START Exercise data
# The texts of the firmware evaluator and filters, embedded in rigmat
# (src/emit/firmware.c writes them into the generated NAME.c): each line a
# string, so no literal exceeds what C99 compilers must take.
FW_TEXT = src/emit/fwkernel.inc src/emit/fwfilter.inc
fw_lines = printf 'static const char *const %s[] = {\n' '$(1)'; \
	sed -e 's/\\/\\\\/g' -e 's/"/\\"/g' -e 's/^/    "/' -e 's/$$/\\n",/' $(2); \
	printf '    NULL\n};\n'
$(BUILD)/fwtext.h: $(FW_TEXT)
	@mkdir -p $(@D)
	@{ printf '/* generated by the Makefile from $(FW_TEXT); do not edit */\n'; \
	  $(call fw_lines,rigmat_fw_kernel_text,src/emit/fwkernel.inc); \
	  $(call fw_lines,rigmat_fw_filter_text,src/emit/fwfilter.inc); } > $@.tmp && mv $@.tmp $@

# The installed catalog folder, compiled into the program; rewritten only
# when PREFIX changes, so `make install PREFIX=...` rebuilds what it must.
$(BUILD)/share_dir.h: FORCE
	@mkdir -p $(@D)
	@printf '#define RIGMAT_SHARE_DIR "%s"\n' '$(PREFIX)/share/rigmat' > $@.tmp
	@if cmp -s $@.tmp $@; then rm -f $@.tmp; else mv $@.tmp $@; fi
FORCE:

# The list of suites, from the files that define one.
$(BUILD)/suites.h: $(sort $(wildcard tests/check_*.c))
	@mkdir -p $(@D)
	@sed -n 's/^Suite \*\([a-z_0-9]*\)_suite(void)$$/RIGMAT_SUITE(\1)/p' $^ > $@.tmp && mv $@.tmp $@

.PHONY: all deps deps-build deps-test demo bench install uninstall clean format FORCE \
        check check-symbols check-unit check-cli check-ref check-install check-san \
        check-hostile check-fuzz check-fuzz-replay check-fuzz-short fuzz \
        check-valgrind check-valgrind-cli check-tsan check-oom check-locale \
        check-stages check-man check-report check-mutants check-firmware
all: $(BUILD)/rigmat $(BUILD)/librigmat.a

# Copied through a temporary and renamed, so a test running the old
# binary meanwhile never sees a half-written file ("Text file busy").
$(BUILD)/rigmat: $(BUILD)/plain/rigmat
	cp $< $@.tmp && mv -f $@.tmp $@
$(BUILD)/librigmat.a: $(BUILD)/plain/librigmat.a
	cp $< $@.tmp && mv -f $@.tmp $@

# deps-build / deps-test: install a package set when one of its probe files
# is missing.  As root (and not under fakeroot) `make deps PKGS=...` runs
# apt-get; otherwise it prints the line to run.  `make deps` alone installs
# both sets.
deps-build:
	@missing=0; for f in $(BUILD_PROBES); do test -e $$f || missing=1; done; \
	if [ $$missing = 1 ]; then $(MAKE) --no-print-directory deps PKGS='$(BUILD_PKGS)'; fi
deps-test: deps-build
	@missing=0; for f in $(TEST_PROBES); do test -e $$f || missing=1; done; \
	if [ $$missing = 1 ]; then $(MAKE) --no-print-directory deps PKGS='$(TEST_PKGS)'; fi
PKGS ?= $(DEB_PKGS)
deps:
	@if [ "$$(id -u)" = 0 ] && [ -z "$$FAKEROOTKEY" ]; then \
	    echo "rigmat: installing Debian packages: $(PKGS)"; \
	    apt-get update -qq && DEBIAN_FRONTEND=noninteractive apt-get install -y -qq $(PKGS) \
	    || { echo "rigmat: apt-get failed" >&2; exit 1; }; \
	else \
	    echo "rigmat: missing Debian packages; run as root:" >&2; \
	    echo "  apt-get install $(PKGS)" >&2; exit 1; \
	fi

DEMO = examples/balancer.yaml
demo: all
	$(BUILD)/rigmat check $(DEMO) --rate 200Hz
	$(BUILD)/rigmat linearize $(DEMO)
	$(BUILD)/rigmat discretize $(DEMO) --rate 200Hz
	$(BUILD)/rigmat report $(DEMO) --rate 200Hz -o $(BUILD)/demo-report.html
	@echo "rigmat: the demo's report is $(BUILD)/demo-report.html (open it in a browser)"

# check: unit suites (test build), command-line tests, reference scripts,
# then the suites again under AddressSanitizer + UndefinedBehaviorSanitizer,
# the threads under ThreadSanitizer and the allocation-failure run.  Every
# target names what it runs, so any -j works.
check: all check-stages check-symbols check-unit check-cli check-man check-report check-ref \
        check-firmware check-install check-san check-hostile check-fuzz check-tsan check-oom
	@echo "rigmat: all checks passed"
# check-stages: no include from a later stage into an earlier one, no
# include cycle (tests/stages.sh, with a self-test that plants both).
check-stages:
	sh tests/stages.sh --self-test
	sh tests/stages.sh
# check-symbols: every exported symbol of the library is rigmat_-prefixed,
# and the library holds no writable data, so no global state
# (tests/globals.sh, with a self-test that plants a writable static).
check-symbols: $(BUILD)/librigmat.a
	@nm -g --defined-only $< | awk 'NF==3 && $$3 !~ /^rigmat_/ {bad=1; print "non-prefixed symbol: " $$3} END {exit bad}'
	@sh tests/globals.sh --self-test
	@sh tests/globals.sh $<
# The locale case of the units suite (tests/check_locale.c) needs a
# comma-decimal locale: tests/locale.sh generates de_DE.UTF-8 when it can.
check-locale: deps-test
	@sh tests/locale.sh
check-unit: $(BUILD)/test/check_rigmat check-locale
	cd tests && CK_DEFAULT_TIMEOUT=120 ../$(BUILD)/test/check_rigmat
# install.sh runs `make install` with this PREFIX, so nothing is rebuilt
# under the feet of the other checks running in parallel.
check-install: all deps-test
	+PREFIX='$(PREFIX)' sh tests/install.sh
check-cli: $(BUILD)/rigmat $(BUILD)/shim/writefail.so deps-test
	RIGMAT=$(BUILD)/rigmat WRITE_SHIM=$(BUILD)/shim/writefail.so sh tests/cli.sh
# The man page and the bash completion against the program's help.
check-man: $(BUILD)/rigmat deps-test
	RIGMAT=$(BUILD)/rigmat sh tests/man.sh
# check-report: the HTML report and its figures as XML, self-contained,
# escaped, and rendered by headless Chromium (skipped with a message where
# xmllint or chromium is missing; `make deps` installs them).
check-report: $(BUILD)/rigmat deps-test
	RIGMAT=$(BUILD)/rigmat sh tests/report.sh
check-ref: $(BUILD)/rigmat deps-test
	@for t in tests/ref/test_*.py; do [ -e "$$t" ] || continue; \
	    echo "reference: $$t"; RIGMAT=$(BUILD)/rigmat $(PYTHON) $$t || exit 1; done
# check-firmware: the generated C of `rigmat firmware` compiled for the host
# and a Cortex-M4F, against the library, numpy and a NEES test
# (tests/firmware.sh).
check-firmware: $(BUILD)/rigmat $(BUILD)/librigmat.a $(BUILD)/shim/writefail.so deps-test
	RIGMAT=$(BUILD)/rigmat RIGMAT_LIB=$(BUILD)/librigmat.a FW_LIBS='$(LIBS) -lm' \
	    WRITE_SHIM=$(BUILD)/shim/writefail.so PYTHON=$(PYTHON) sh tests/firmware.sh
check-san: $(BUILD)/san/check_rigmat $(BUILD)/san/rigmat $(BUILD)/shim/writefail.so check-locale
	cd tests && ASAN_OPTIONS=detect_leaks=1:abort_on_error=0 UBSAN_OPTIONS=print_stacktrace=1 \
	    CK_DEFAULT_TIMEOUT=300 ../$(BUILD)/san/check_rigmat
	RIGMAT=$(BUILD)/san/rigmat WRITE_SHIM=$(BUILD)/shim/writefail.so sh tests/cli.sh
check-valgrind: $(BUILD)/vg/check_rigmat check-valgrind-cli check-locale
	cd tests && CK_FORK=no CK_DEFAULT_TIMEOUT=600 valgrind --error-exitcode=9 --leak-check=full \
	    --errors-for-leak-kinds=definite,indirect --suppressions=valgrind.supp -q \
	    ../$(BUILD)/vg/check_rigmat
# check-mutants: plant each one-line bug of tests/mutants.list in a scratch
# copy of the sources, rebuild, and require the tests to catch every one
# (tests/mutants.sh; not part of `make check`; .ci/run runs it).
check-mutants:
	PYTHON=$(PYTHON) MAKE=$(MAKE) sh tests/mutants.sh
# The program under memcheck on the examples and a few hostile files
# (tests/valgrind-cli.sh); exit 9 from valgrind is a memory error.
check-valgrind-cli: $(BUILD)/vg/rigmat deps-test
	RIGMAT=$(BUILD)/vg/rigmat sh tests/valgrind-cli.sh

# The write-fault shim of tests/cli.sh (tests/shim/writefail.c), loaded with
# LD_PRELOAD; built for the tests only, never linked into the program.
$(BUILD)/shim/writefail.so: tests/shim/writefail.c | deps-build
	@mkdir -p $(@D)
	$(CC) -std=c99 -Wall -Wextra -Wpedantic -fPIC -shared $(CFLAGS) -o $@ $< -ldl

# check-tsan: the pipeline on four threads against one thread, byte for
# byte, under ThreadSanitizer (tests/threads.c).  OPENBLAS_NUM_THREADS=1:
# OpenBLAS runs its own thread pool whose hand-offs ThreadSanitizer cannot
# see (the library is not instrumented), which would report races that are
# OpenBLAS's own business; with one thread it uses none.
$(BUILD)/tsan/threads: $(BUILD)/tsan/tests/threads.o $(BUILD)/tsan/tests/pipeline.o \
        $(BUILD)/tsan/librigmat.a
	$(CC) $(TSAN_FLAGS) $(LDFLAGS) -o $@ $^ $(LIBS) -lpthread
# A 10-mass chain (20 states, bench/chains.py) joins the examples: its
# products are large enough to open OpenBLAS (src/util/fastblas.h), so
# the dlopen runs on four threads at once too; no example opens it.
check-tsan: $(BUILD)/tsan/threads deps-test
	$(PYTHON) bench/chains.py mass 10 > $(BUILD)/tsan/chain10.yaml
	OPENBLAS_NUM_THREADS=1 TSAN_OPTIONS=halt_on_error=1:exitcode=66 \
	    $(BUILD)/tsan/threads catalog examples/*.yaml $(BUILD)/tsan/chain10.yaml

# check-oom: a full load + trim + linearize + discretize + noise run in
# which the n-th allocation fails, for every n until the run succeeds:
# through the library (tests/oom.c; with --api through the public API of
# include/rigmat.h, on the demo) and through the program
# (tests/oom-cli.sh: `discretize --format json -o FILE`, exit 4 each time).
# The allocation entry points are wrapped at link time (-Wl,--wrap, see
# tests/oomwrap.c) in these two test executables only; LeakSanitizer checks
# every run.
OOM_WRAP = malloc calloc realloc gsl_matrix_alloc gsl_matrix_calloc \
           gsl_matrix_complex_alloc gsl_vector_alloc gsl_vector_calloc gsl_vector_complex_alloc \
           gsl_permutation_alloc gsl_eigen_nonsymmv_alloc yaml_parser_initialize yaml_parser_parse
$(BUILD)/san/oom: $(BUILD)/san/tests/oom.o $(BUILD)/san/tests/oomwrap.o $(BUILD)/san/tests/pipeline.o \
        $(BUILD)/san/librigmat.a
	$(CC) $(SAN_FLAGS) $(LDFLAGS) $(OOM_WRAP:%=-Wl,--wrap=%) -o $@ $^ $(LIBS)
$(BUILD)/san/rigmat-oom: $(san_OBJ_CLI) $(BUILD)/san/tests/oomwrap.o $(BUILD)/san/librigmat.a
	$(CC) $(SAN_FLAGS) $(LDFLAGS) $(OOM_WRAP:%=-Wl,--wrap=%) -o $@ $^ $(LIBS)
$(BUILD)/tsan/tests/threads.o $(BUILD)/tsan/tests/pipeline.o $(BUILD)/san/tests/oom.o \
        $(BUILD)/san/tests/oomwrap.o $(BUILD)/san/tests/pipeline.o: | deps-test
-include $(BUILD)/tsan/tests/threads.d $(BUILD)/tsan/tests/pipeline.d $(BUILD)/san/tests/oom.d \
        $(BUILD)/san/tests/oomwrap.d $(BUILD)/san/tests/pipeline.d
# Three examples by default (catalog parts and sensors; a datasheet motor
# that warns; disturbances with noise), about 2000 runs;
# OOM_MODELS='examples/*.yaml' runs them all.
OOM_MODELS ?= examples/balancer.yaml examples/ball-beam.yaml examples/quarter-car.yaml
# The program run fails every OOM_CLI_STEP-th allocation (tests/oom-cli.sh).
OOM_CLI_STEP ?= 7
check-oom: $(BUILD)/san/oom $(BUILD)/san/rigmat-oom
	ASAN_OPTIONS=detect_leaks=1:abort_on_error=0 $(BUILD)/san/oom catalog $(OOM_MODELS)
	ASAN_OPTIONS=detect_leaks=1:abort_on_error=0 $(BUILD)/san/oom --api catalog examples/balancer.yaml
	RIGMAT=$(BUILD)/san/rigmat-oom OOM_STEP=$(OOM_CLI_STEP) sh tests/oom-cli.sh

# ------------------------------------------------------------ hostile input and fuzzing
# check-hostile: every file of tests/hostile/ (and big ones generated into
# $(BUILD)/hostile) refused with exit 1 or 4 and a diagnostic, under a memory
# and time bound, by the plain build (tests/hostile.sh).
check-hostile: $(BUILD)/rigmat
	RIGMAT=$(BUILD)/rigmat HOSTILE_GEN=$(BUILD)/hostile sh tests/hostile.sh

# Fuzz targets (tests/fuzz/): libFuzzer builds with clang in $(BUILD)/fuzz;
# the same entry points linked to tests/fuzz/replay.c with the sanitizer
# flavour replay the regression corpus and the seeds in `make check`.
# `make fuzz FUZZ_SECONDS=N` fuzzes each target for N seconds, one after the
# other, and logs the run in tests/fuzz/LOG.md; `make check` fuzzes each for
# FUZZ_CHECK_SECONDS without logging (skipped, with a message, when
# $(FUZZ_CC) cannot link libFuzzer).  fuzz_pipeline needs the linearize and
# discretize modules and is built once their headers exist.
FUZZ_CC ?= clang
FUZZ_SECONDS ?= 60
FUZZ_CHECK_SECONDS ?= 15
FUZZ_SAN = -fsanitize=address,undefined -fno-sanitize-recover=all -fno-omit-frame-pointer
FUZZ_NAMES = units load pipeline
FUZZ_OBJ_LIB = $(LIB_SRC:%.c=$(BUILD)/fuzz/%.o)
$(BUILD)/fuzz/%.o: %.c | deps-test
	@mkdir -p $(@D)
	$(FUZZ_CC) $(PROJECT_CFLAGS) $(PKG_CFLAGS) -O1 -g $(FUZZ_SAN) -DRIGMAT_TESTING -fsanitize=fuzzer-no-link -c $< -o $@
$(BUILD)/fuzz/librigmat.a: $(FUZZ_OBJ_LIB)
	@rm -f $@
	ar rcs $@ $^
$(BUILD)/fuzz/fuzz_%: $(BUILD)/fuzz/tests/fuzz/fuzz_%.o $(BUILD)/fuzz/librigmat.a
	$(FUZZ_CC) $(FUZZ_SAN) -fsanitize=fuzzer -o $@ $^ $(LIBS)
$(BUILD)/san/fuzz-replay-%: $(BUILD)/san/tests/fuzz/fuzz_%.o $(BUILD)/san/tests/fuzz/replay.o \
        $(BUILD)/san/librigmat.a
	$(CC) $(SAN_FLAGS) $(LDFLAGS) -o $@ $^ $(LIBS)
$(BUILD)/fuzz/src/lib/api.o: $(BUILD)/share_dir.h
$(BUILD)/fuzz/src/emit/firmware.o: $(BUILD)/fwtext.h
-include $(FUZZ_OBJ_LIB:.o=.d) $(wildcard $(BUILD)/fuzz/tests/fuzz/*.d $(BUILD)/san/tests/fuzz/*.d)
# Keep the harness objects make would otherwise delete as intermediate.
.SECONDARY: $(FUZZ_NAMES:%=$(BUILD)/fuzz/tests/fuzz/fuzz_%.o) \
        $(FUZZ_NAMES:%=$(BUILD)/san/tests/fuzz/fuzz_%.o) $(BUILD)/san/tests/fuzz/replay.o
END Exercise data
Reproduce word for word the material above, starting with the line that has "-g --defined-only $<" and stopping after the line that has "check-unit: $(BUILD)/test/check_rigmat check-locale".

	@nm -g --defined-only $< | awk 'NF==3 && $$3 !~ /^rigmat_/ {bad=1; print "non-prefixed symbol: " $$3} END {exit bad}'
	@sh tests/globals.sh --self-test
	@sh tests/globals.sh $<
# The locale case of the units suite (tests/check_locale.c) needs a
# comma-decimal locale: tests/locale.sh generates de_DE.UTF-8 when it can.
check-locale: deps-test
	@sh tests/locale.sh
check-unit: $(BUILD)/test/check_rigmat check-locale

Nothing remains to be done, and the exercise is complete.